End users generally care primarily about application performance on the set of applications they use regularly. This compilation approaches promises to give the user the best possible performance on their applications, based on the way they typically use them, tailored to the particular machines in use. If a user only uses a subset of the functionality in an application, the compiler recognizes the usage pattern and optimizes for the user's pattern of usage. The user does not end up paying for generality and functions which he does not use regularly.
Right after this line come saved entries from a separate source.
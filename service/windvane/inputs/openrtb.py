"""OpenRTB 2.5 / 2.6 bid requests as windvane lookup requests, one per imp.

A bidder holds the BidRequest exactly as the exchange sent it; building lookup requests
by hand from it is where user ids, sizes and privacy flags get lost. The request-wide
parts (user, app, device, geo, COPPA) are read once and shared by every imp; only the
slot size differs per imp, so each imp becomes its own lookup.

Only the fields windvane uses are read, and only those are validated: a request is not
refused for a malformed field the lookup would ignore (``site``, ``regs.gdpr``, ``ext``
and the rest). Error fields are dotted OpenRTB paths such as ``imp[1].banner.w``.
"""

from __future__ import annotations

import time

from windvane.errors import BadRequest
from windvane.inputs.event_time import parse_time_s
from windvane.inputs.lookup_request import MAX_CAMPAIGNS, LookupRequest
from windvane.inputs.rtb_objects import (
    Slot,
    flag,
    identifier,
    json_object,
    json_type,
    parse_device,
    parse_geo,
    parse_slot,
)


def lookups_from_bid_request(
    bid_request: object,
    campaigns: tuple[str, ...] = (),
    ts_s: float | None = None,
) -> list[tuple[str, LookupRequest]]:
    """One ``(imp.id, LookupRequest)`` pair per imp of ``bid_request``, in imp order.

    ``campaigns`` are the bidder's candidates for every imp, and ``ts_s`` the auction
    time (now when omitted; OpenRTB carries no timestamp). Raises ``BadRequest`` naming
    the OpenRTB field when the request is malformed.
    """
    if not isinstance(bid_request, dict):
        raise BadRequest("", f"a bid request must be a JSON object, not {json_type(bid_request)}")
    _require_string(bid_request.get("id"), "id")
    imps = bid_request.get("imp")
    if imps is None:
        raise BadRequest("imp", "is required by OpenRTB")
    if not isinstance(imps, list):
        raise BadRequest("imp", f"must be an array of Imp objects, not {json_type(imps)}")
    if not imps:
        raise BadRequest("imp", "must hold at least one Imp object")

    when = time.time() if ts_s is None else _auction_time(ts_s)
    wanted = _campaigns(campaigns)

    raw_device = bid_request.get("device")
    device = parse_device(raw_device, BadRequest, prefix="device")
    raw_user = json_object(bid_request.get("user"), "user", BadRequest)
    user = None
    raw_geo = None
    if isinstance(raw_device, dict):
        user = _advertising_id(raw_device.get("ifa"))
        raw_geo = raw_device.get("geo")
    if raw_geo is not None:
        geo = parse_geo(raw_geo, BadRequest, prefix="device.geo")
    elif raw_user is not None:
        geo = parse_geo(raw_user.get("geo"), BadRequest, prefix="user.geo")
    else:
        geo = None
    if user is None and raw_user is not None:
        user = identifier(raw_user.get("id"), "user.id", BadRequest)

    raw_app = json_object(bid_request.get("app"), "app", BadRequest)
    app = None if raw_app is None else identifier(raw_app.get("bundle"), "app.bundle", BadRequest)
    raw_regs = json_object(bid_request.get("regs"), "regs", BadRequest)
    coppa = raw_regs is not None and flag(raw_regs.get("coppa"), "regs.coppa", BadRequest)

    lookups: list[tuple[str, LookupRequest]] = []
    seen: dict[str, int] = {}
    for i, imp in enumerate(imps):
        if not isinstance(imp, dict):
            raise BadRequest(f"imp[{i}]", f"must be an Imp object, not {json_type(imp)}")
        imp_id = _require_string(imp.get("id"), f"imp[{i}].id")
        if imp_id in seen:
            raise BadRequest(f"imp[{i}].id", f"repeats imp[{seen[imp_id]}].id {imp_id!r}")
        seen[imp_id] = i
        request = LookupRequest(
            user=user,
            app=app,
            ts_s=when,
            device=device,
            geo=geo,
            slot=_slot(imp, i),
            campaigns=wanted,
            coppa=coppa,
        )
        lookups.append((imp_id, request))
    return lookups


def _advertising_id(raw: object) -> str | None:
    """``device.ifa``, or None when absent or all zeros.

    iOS and Android hand out an all-zero id when the user limited ad tracking; taken
    as a user id, every such user would share one state.
    """
    ifa = identifier(raw, "device.ifa", BadRequest)
    if ifa is None or not ifa.strip("0-"):
        return None
    return ifa


def _slot(imp: dict, i: int) -> Slot | None:
    """The imp's size in device-independent pixels: banner w/h, first format, video w/h.

    A source that gives neither w nor h (a banner sized only by ``format``, a Flex Ads
    format given as ``wratio``/``hratio``) is passed over; one that gives only one of
    them is refused, since a half size cannot be used and signals a broken request.
    """
    banner = json_object(imp.get("banner"), f"imp[{i}].banner", BadRequest)
    if banner is not None:
        if _sized(banner):
            return parse_slot(banner, BadRequest, prefix=f"imp[{i}].banner")
        formats = banner.get("format")
        if formats is not None:
            if not isinstance(formats, list):
                raise BadRequest(
                    f"imp[{i}].banner.format",
                    f"must be an array of Format objects, not {json_type(formats)}",
                )
            if formats:
                first = json_object(formats[0], f"imp[{i}].banner.format[0]", BadRequest)
                if first is not None and _sized(first):
                    return parse_slot(first, BadRequest, prefix=f"imp[{i}].banner.format[0]")
    video = json_object(imp.get("video"), f"imp[{i}].video", BadRequest)
    if video is not None and _sized(video):
        return parse_slot(video, BadRequest, prefix=f"imp[{i}].video")
    return None


def _sized(obj: dict) -> bool:
    return obj.get("w") is not None or obj.get("h") is not None


def _require_string(raw: object, field: str) -> str:
    """A required OpenRTB string (``id``, ``imp[].id``): present, a string, not empty."""
    if raw is None:
        raise BadRequest(field, "is required by OpenRTB")
    if not isinstance(raw, str):
        raise BadRequest(field, f"must be a string, not {json_type(raw)}")
    if not raw:
        raise BadRequest(field, "must not be empty")
    return raw


def _auction_time(ts_s: object) -> float:
    try:
        return parse_time_s(ts_s)
    except ValueError as exc:
        raise BadRequest("ts", str(exc)) from None


def _campaigns(campaigns: object) -> tuple[str, ...]:
    """The candidates, checked as in a lookup request, duplicates dropped in order."""
    if not isinstance(campaigns, tuple | list):
        raise BadRequest("campaigns", "must be a tuple of campaign ids")
    if len(campaigns) > MAX_CAMPAIGNS:
        raise BadRequest("campaigns", f"has more than {MAX_CAMPAIGNS} candidates")
    for i, campaign in enumerate(campaigns):
        if identifier(campaign, f"campaigns[{i}]", BadRequest) is None:
            raise BadRequest(f"campaigns[{i}]", "must not be None")
    return tuple(dict.fromkeys(campaigns))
The user is no longer at the whim of the programmer and compiler writer in terms of the dataset for which the program is optimized -- instead, the envisioned compilation system adapts the program to the the user's dataset.

Compiler Development

Properly done, this compilation system can significantly raise the abstraction level at which compiler developers interact with developing compilers. The tasks of determining the situations in which transforms are beneficial can be passed off entirely to the compiler. Compiler writers can submit potential transforms and the compiler system automates the task of evaluating the relevant benefit of each transform and how the transforms interact with each other. The compiler can summarize which transforms it finds beneficial in which settings, providing feedback on the utility of each transform automatically. The compiler, in effect, becomes the ultimate peer-review panel for proposed transforms. If a transform helps discover a lower execution time for codes, the compiler uses it and can indicate where and when it is beneficial. If a transform seldom helps discover better run time, the compiler will generally reject the transform. Compiler developers are freed to concentrate on what transforms might be worthwhile to perform and the compiler system takes over the task of evaluating when the transform is beneficial, how beneficial the transform is, and how the transform is best composed with other known transforms.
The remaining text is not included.